SconSula Tey Riflessioni


Ne abbiamo già discusso in altre occasioni. La maggior parte della costa adriatica italiana è stata collocata sul lato sbagliato. E questo è un dato di fatto. Ora, premesso che porvi rimedio geograficamente parlando è alquanto arduo, come unica alternativa, qualora abbiate la necessità inderogabile di posizionarvi all'alba sulla costa per una sessione di seawatching, dovrete prendere opportuni accordi con il malcapitato astro che vi sorgerà in fronte, all'ora convenuta. Converrete tuttavia con me che il suggerimento di non presentarsi all'appello risulterebbe alquanto poco elegante e conseguentemente la strategia di proporgli un vago camuffamento fatto di nuvole potrebbe risultare la migliore. E dunque, ci risiamo. Domenica 26 gennaio 2020. Ebn Italia, capitanata per l'occasione da Davide Valenti, organizza il Sula Day, alla ricerca di Sule e altri uccelli pelagici e marini. Dalle 8 alle 9 tutti in spiaggia ad osservare il mare. Nel guazzabuglio di imprevisti concomitanti (tipo un turno lavorativo pomeridiano che mi manda a dormire ben oltre l'orario tipico usuale a cui sono abituato dalla gallina che c'è in me) ci prova anche Tringa. Una squadra in Foce al Tagliamento, un'altra in Foce all'Isonzo. Sveglia alle 5.30 per essere pronti e pimpanti all'alba. Ma devi ricordarti di dare conferma quando selezioni l'orario. Così alle 6.10 quando guardi il telefono domandandoti perché la sveglia non ha suonato capisci che la giornata comincia a mandare i suoi segnali premonitori. Perché, oltre al ritardo, fuori dalla finestra, dopo oltre un mese di siccità, con una breve brevissima parentesi il giorno prima, piove. Davvero intendo. Piove. Ma non importa. Anche dovesse piovere sulla costa pazienza, troveremo un riparo e sonderemo l'orizzonte alla ricerca di qualsiasi cosa si muova! Quindi, in ritardo, con la pioggia, ma si parte lo stesso. E in Foce al Tagliamento si arriva praticamente all'alba, comunque.
 
 
Alba che, come da accordi, non si manifesta.

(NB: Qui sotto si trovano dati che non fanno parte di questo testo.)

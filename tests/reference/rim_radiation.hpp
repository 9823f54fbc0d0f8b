/// Slow twins of the rim's field and of the whole far field: plain sums, one element after the other.
#pragma once

#include <Eigen/Core>
#include <Eigen/Geometry>
#include <cmath>
#include <vector>

#include "solver/aperture/edge_diffraction.hpp"
#include "solver/aperture/gauss.hpp"
#include "solver/aperture/rim.hpp"
#include "solver/constants.hpp"

namespace panelwright::test {

/// Magnetic field at `from_source` from a magnetic current element of `moment` [V m] in free space. C. A.
/// Balanis, Advanced Engineering Electromagnetics, sec. 6.7: H = -j omega e0 (1 + grad div / k^2) of moment
/// exp(-jkr)/(4 pi r).
inline Eigen::Vector3cd magnetic_dipole_field(const Eigen::Vector3d& from_source,
                                              const Eigen::Vector3cd& moment, double k) {
    using solver::Complex;
    const double r = from_source.norm();
    const Eigen::Vector3cd unit = (from_source / r).cast<Complex>();
    const Complex kr(k * r, 0.0);
    const Complex j(0.0, 1.0);
    const Complex green = std::exp(-j * kr) / (4.0 * solver::pi * r);
    const Complex across = 1.0 - j / kr - 1.0 / (kr * kr);
    const Complex along = -1.0 + 3.0 * j / kr + 3.0 / (kr * kr);
    const Complex radial = unit.transpose() * moment;
    return -j * k / solver::vacuum_impedance * green * (across * moment + along * radial * unit);
}

/// Magnetic field of the rim and of its image at any place.
inline Eigen::Vector3cd rim_field(const solver::Rim& rim, const Eigen::VectorXcd& voltage, double k,
                                  const Eigen::Vector3d& place) {
    Eigen::Vector3cd sum = Eigen::Vector3cd::Zero();
    for (std::size_t i = 0; i < rim.points.size(); ++i) {
        const solver::Complex v = voltage(static_cast<Eigen::Index>(i));
        const Eigen::Vector3cd moment(-v * rim.elements[i].x(), -v * rim.elements[i].y(), 0.0);
        for (const double level : {rim.height, -rim.height}) {
            const Eigen::Vector3d source(rim.points[i].x(), rim.points[i].y(), level);
            sum += magnetic_dipole_field(place - source, moment, k);
        }
    }
    return sum;
}

/// Nodes along one axis of the plate, far finer than needed: panels of a twelfth of a wavelength, and of 0.4
/// heights of the rim near its sides.
inline solver::GaussRule fine_rule(double from, double to, double side, double height, double wavelength) {
    std::vector<double> breaks{from, to};
    for (const double at : {-side, side})
        for (int step = -8; step <= 8; ++step) {
            const double place = at + 0.4 * step * height;
            if (place > from && place < to) breaks.push_back(place);
        }
    std::sort(breaks.begin(), breaks.end());
    return solver::composite_rule(breaks, wavelength / 12.0, 3);
}

/// Far field r exp(jkr) E (theta, phi) of the rim over the plate in one direction, as sums over everything.
class PlainPanel {
  public:
    PlainPanel(solver::Rim rim, solver::Plate plate, Eigen::VectorXcd voltage, double k,
               solver::DiffractionOrder order)
        : rim_(std::move(rim)), voltage_(std::move(voltage)), k_(k) {
        const double wavelength = 2.0 * solver::pi / k;
        const auto x = fine_rule(plate.x_from, plate.x_to, 0.5 * rim_.length, rim_.height, wavelength);
        const auto y = fine_rule(plate.y_from, plate.y_to, 0.5 * rim_.width, rim_.height, wavelength);
        for (std::size_t i = 0; i < x.nodes.size(); ++i)
            for (std::size_t j = 0; j < y.nodes.size(); ++j) {
                const Eigen::Vector3d place(x.nodes[i], y.nodes[j], 0.0);
                const Eigen::Vector3cd h = rim_field(rim_, voltage_, k, place);
                const double weight = x.weights[i] * y.weights[j];
                places_.push_back(place);
                moments_.emplace_back(Eigen::Vector2cd(-weight * h.y(), weight * h.x()));  // z x H
            }
        const Eigen::MatrixXcd column = voltage_;
        waves_ = solver::edge_waves(plate, solver::PlateField(rim_, column, k), k, order);
    }

    Eigen::Vector2cd field(double theta, double phi) const {
        using solver::Complex;
        const Eigen::Vector3d r(std::sin(theta) * std::cos(phi), std::sin(theta) * std::sin(phi),
                                std::cos(theta));
        Eigen::Vector2cd electric = Eigen::Vector2cd::Zero();
        Eigen::Vector2cd magnetic = Eigen::Vector2cd::Zero();
        for (std::size_t i = 0; i < places_.size(); ++i)
            electric += moments_[i] * std::polar(1.0, k_ * r.dot(places_[i]));
        for (std::size_t i = 0; i < rim_.points.size(); ++i) {
            const Eigen::Vector3d place(rim_.points[i].x(), rim_.points[i].y(), rim_.height);
            magnetic -= voltage_(static_cast<Eigen::Index>(i)) * std::polar(1.0, k_ * r.dot(place)) *
                        rim_.elements[i].cast<Complex>();
        }
        for (std::size_t e = 0; e < waves_.pieces.size(); ++e) {
            const solver::EdgePiece& piece = waves_.pieces[e];
            const solver::EdgeFactors f = solver::edge_factors(piece, k_, r.head<2>());
            const auto row = static_cast<Eigen::Index>(e);
            electric += waves_.hard(row, 0) * f.hard_outward * piece.outward.cast<Complex>();
            electric += (waves_.hard(row, 0) * f.hard_along + waves_.slope(row, 0) * f.slope_along) *
                        piece.along.cast<Complex>();
        }
        // E = -jk/(4 pi) (eta N + L x r), across the direction.
        const Eigen::Vector3cd n(electric.x(), electric.y(), 0.0);
        // Written out: Eigen's cross product conjugates.
        const Eigen::Vector3cd l_cross_r(magnetic.y() * r.z(), -magnetic.x() * r.z(),
                                         magnetic.x() * r.y() - magnetic.y() * r.x());
        const Eigen::Vector3cd e =
            Complex(0.0, -k_ / (4.0 * solver::pi)) * (solver::vacuum_impedance * n + l_cross_r);
        const Eigen::Vector3d theta_unit(std::cos(theta) * std::cos(phi), std::cos(theta) * std::sin(phi),
                                         -std::sin(theta));
        const Eigen::Vector3d phi_unit(-std::sin(phi), std::cos(phi), 0.0);
        return {theta_unit.cast<Complex>().transpose() * e, phi_unit.cast<Complex>().transpose() * e};
    }

  private:
    solver::Rim rim_;
    Eigen::VectorXcd voltage_;
    double k_;
    std::vector<Eigen::Vector3d> places_;
    std::vector<Eigen::Vector2cd> moments_;
    solver::EdgeWaves waves_;
};

}  // namespace panelwright::test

Il Sole è incappato in una coltre nebulosa. Non solo lui. Anche quell'orizzonte che avremmo dovuto scandagliare. Si è trasferito molto ma molto più vicino alla spiaggia di quanto non lo ricordassi nelle ultime occasioni. 
 


 
E adesso non posso nemmeno tuffarmi in acqua sbraitando nel tentativo di intimorirlo allo scopo di allontanarlo. Non ci provo neanche. Mi rassegno a tenermelo vicino. Confidando che qualche ospite incauto vista l'alta marea si approssimi ugualmente alla riva. Ah, dimenticavo. Nel frattempo smette di piovere. Il disintegratore di nuvole funziona, ma per la nebbia (e per il vento) come detto non sono stato fornito di strumentazione idonea. Non ho neppure fatto il corso di abilitazione. Il vento, per lo meno, latita. Cerco un posto adatto al mio temporaneo bivacco.
 
 
Scruto i dintorni nei pochi minuti che mi separano dall'orario pattuito. E sono già le 8. Riesco a intercettare la STROLAGA MINORE prima che scompaia risalendo il Tagliamento.
 
 
SVASSI PICCOLI e SVASSI MAGGIORI nuotano e volano al limite della visibilità. A decine. Impossibile essere precisi nei conteggi. I GABBIANI REALI sono gli unici vociferi confusionari. Poi comincia la saga dei CORMORANI. Prima meno di una decina.
 
 
Poi si radunano dai dintorni, nuotando insieme. Una trentina forse. Ce ne sono 8 in volo che si allontanano dall'alto mare dirigendosi verso la terra ferma. Verso di me. Non so neanche se contarli. Li inquadro per scrupolo a binocolo. Che strani CORMORANI. Assolutamente silenziosi, con corpo grigiastro, ali lunghe con sottoala scuro in modo apparentemente omogeneo, collo lungo e scuro, testa relativamente piccola, becco scuro... nel senso che non è per nulla tozzo e neppure arancio brillante. Proprio per niente. Il primo pensiero che mi passa per la mente è "E adesso chi mi crede che mi stanno sorvolando 8 OCHE GRANAIOLE?". E il secondo pensiero è "Ma le OCHE GRANAIOLE svernanti che fine hanno fatto?". Poi il terzo "Ottuso babbeo perché non tiri fuori la macchina fotografica e provi almeno a fotografarle?". Ecco. Considerata la nebbia che non consente al mio obbiettivo di inquadrare e mettere a fuoco i soggetti, sommato alle mie note capacità artistiche, questo è il risultato.
 
 
Sono perfettamente consapevole che non farà che assecondare il vostro pensiero che io sia un allucinato visionario. Concordo perfettamente con voi, più passa il tempo e meno credo alle panzane che racconto. Sconfortato dalla mia irrimediabile imperizia torno ad osservare il mare. Che ricordavo, se non azzurro, quantomeno grigio. Ma lo ritrovo nero. Un mare fatto di CORMORANI.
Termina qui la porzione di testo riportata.